1\. "... they gave thanks that they were permitted to see so much, and begged
forgiveness for their desire to see more.” When I discover with mind-blowing
physical discovery (e.g.
[https://en.wikipedia.org/wiki/Hercules%E2%80%93Corona_Boreal...](https://en.wikipedia.org/wiki/Hercules%E2%80%93Corona_Borealis_Great_Wall))
I sometimes feel this way about humanity's great foray into the universe.
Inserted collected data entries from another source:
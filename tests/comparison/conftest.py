"""Noise of a known law, and curves of it."""

from dataclasses import dataclass
from fractions import Fraction

import numpy as np
import pytest
import scipy.fft

from wavegen.comparison.curves import SampledCurve, ScaleStatistics
from wavegen.comparison.measured_side import measured_side
from wavegen.comparison.side import SideSettings
from wavegen.core.signal import Signal
from wavegen.meters.batches import measure_batches
from wavegen.meters.intervals import SampledStatistics
from wavegen.production.subject import Subject


@pytest.fixture
def rng():
    return np.random.default_rng(6)


@pytest.fixture
def noise(rng):
    """Complex Gaussian noise over a quarter of the band, unit mean power in the limit."""

    def noise(n, over=4):
        spectrum = np.zeros(n, np.complex64)
        lines = n // over
        spectrum[:lines] = rng.standard_normal(2 * lines, dtype=np.float32).view(np.complex64)
        return scipy.fft.ifft(spectrum) * np.float32(n / np.sqrt(2 * lines))

    return noise


@pytest.fixture
def sampled():
    """The curve of an array as a recording, over its mean."""

    def sampled(samples):
        return SampledCurve(sampled=SampledStatistics.of(measure_batches(samples)))

    return sampled


@pytest.fixture
def on_scale():
    """The curve of an array as a recording, on the scale of its samples."""

    def on_scale(samples):
        found = measure_batches(np.asarray(samples, np.complex64))
        return SampledCurve(sampled=ScaleStatistics.of(found), shift_db=found.statistics.mean_db)

    return on_scale


@dataclass(frozen=True, eq=False, kw_only=True)
class Held(Signal):
    """Samples that are already there."""

    samples: np.ndarray

    def compute(self, start, stop, *arrays):
        return self.samples[start:stop].copy()


@pytest.fixture
def side():
    """An array as a side: a loop, exact, or a recording."""

    def side(samples, name="x", *, loops=True, rate_hz=10**6, level_dbm=None):
        samples = np.asarray(samples, np.complex64)
        signal = Held(
            sample_rate_hz=Fraction(rate_hz),
            n_samples=samples.size,
            mean_power=None,
            samples=samples,
        )
        subject = Subject(name=name, signal=signal, loops=loops, reference_level_dbm=level_dbm)
        return measured_side(subject, SideSettings(subject=name))

    return side


@pytest.fixture
def rapp():
    """Noise through a Rapp amplifier of unit saturation."""

    def rapp(samples, smoothness=2.0):
        ratio = np.abs(samples)
        return (samples / (1 + ratio ** (2 * smoothness)) ** (0.5 / smoothness)).astype(
            np.complex64
        )

    return rapp
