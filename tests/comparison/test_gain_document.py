import json

import numpy as np
import pytest

from wavegen.comparison.device_gain import device_gain
from wavegen.comparison.gain_document import gain_document


def test_what_is_not_finite_is_null(side, noise, rapp):
    """A saturated device: the 1 dB point lies under the first level."""
    samples = noise(1 << 15) * 3
    found = device_gain((side(samples), side(rapp(samples))), None, tolerance_db=0.2, down_to=1e-3)
    document = gain_document(found, model=None)
    json.dumps(document, allow_nan=False)
    assert document["compression"][0]["low"] is None
    assert document["verdict"] == "differ"


def test_errors_of_the_reference_count_where_the_gain_is_relative(side, noise):
    first, second = (noise(1 << 15) for _ in range(2))
    sides = side(first, loops=False), side(second, loops=False)
    found = device_gain(sides, None, tolerance_db=0.2, down_to=0.01)
    rows = gain_document(found, model=None)["gain"]
    width = np.array([row["high_db"] - row["low_db"] for row in rows])
    plain = found.points.high_db - found.points.low_db
    assert (width > plain).all()
    assert width[0] == pytest.approx(2 * np.hypot(plain[0] / 2, found.small.error_db), rel=0.1)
2\. "He writes the science fiction that would have existed in an earlier era,
had science existed then." I interpret this to be a very insightful comment on
what SF is. Some people take SF to be inventing stuff, humans _always_ did
that sort of thing through mythology (in fact one can argue that in the past
we had much more of it and science kills it). OTOH I think the real SF is
taking a scientific framework and tweaking parts of it what-ifs to demonstrate
aspects of humanity, in way any other work of literature operates. This does
require science.

3\. "Chiang’s vision of a world without faith, in which the certain and proven
existence of God is troubling, rather than reassuring." This is absolutely
true, if the existence of God were to be proven beyond doubt (which, if you
think about it seems paradoxical) existence would be intolerable, _much_ more
so than if the reverse was proven.

4\. "I believe that the universe is deterministic, but that the most
meaningful definition of free will is compatible with determinism”. Spot on!
"We must believe in free will -- we have no choice." \- Isaac Bashevis Singer

5\. “There’s a book by Umberto Eco called ‘The Search for the Perfect
Language,’ ” he said. Great book that I would recommend to anyone.
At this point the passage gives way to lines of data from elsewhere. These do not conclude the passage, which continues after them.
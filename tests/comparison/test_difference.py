import math

import numpy as np
import pytest

from wavegen.comparison.curves import ExactCurve, PointsCurve
from wavegen.comparison.difference import combined, compare, probabilities
from wavegen.core.errors import ArgumentsError
from wavegen.laws.constant import ConstantLaw
from wavegen.laws.gaussian import GaussianLaw
from wavegen.laws.mapped import GatedLaw

GAUSSIAN = ExactCurve(source=GaussianLaw())


class Stretched:
    """Noise whose power is raised to the power ``a``: levels move by (a - 1) times themselves."""

    def __init__(self, largest_db, down_to=1e-4):
        # log10 of the level at q is a log10(-ln q) less that of the mean, Gamma(1 + a).
        low, high = 1.0, 2.0
        for _ in range(60):
            self.a = (low + high) / 2
            reach = np.abs(
                self.level_db(probabilities(down_to)) - GAUSSIAN.level_db(probabilities(down_to))
            ).max()
            low, high = (self.a, high) if reach < abs(largest_db) else (low, self.a)
        if largest_db < 0:
            self.a = 2 - self.a

    def level_db(self, probability):
        power = (-np.log(np.asarray(probability, np.float64))) ** self.a
        return 10 * np.log10(power / math.gamma(1 + self.a))

    def ccdf(self, level_db):
        power = 10 ** (np.asarray(level_db) / 10) * math.gamma(1 + self.a)
        return np.exp(-(power ** (1 / self.a)))


def test_probabilities_end_where_asked():
    assert probabilities(1e-4)[[0, -1]].tolist() == [0.5, 1e-4]
    assert probabilities(1e-4).size == 12
    assert probabilities(0.5).tolist() == [0.5]
    assert probabilities(3e-4)[-2:].tolist() == [5e-4, 3e-4]


@pytest.mark.parametrize("down_to", [0.0, -1.0, 0.6, float("nan")])
def test_no_probability_to_go_down_to(down_to):
    with pytest.raises(ArgumentsError) as caught:
        probabilities(down_to)
    assert caught.value.where == "--down-to"


def test_no_tolerance():
    with pytest.raises(ArgumentsError):
        compare(GAUSSIAN, GAUSSIAN, tolerance_db=0.0)


def test_exact_curves_are_decided_by_the_tolerance_alone():
    other = ExactCurve(source=Stretched(0.15))
    found = compare(GAUSSIAN, other)
    assert found.verdict == "match"
    assert found.largest_db == pytest.approx(-0.15, abs=1e-6)
    assert found.largest_at == pytest.approx(1e-4)
    assert compare(other, GAUSSIAN).largest_db == pytest.approx(0.15, abs=1e-6)
    differ = compare(GAUSSIAN, other, tolerance_db=0.1)
    assert differ.verdict == "differ"
    assert differ.decisive.probability == 1e-4


def test_records_of_one_process(noise, sampled):
    long = compare(sampled(noise(1 << 20)), sampled(noise(1 << 20)), down_to=1e-3)
    assert long.verdict == "match"
    assert long.resolved_to == 1e-3
    short = compare(sampled(noise(1 << 16)), sampled(noise(1 << 16)))
    assert short.verdict == "undecided"
    assert short.resolved_to > 1e-4


def test_records_of_different_processes(noise, sampled):
    a = Stretched(0.6).a
    samples = noise(1 << 20)
    raised = samples * np.abs(samples) ** np.float32(a - 1)
    found = compare(sampled(raised), sampled(noise(1 << 20)))
    assert found.verdict == "differ"
    assert found.decisive.difference_db > 0.2
    assert found.decisive.widest_low_db > 0.2


def test_off_times_are_alike_however_quiet():
    gated = ExactCurve(source=GatedLaw(source=GaussianLaw(), duty_fully_on=0.25, ramp=np.zeros(0)))
    level = np.arange(-60.0, 20.0, 0.05)
    share = gated.ccdf(level) + 0.75 * GaussianLaw().ccdf(level + 45)  # a floor 39 dB down
    with_floor = PointsCurve(levels=level, probabilities=share, is_exact=True)
    found = compare(gated, with_floor)
    assert found.rows[0].first_db == -np.inf
    assert found.rows[0].difference_db == 0
    assert found.verdict == "match"
    always_on = compare(gated, GAUSSIAN)
    assert always_on.verdict == "differ"


def test_a_curve_without_a_count_is_matched_where_its_points_reach():
    """Points to 1e-3 and nothing on how many samples: 10 of them lie beyond 1 % at least."""
    level = GaussianLaw().level_db(np.logspace(-0.01, -3, 60))
    curve = PointsCurve(levels=level, probabilities=GaussianLaw().ccdf(level))
    found = compare(GAUSSIAN, curve)
    assert found.verdict == "undecided"
    assert found.resolved_to == pytest.approx(0.01)
    assert compare(GAUSSIAN, curve, down_to=0.01).verdict == "match"
    # Its points go on to 1e-3 and agree, but may be those of one sample.
    assert compare(GAUSSIAN, curve, down_to=0.002).verdict == "undecided"


def test_a_wall_stands_where_it_is():
    found = compare(ExactCurve(source=ConstantLaw()), ExactCurve(source=ConstantLaw()))
    assert found.verdict == "match"
    assert found.largest_db == 0


def test_the_interval_of_a_difference_is_exact_where_one_side_is():
    level = (np.array([3.0]), np.array([1.0]))
    low, high = combined(level, (np.array([2.5]), np.array([3.2])), (level[1], level[1]))
    assert (low[0], high[0]) == pytest.approx((1.5, 2.2))
    low, _ = combined(level, (np.array([-np.inf]), np.array([3.2])), (level[1], level[1]))
    assert low[0] == -np.inf
    low, high = combined(
        level, (np.array([2.7]), np.array([3.4])), (np.array([0.6]), np.array([1.3]))
    )
    assert (low[0], high[0]) == pytest.approx((2 - math.hypot(0.3, 0.3), 2 + math.hypot(0.4, 0.4)))


@pytest.mark.parametrize(
    ("largest_db", "wrong"), [(0.0, "differ"), (0.1, "differ"), (0.3, "match")]
)
def test_wrong_verdicts_are_rare(noise, sampled, largest_db, wrong):
    """A small version of tests/speed/study_match.py: 40 pairs, of which 5 % may err.

    Five wrong ones of 40 would have a chance of 5 % at an error rate of 5 %; the study counts
    0.000 to 0.015 over 1000 pairs.
    """
    a = Stretched(largest_db).a if largest_db else 1.0
    found = []
    for _ in range(40):
        samples = noise(1 << 17)
        raised = samples * np.abs(samples) ** np.float32(a - 1)
        found.append(compare(sampled(raised), sampled(noise(1 << 17))).verdict)
    assert found.count(wrong) <= 4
6\. "In “Understand,” he pointed out, the protagonist learns to reprogram his
own mind." After finishing _Snow Crash_ I have been thinking that some form of
brain hacking should be possible using light pulses and linguistics as input
([http://scifi.stackexchange.com/questions/11187/are-the-
langu...](http://scifi.stackexchange.com/questions/11187/are-the-language-
elements-in-snow-crash-supported-by-science)).

Altogether an amazing guy, ordering his books from Amazon right now.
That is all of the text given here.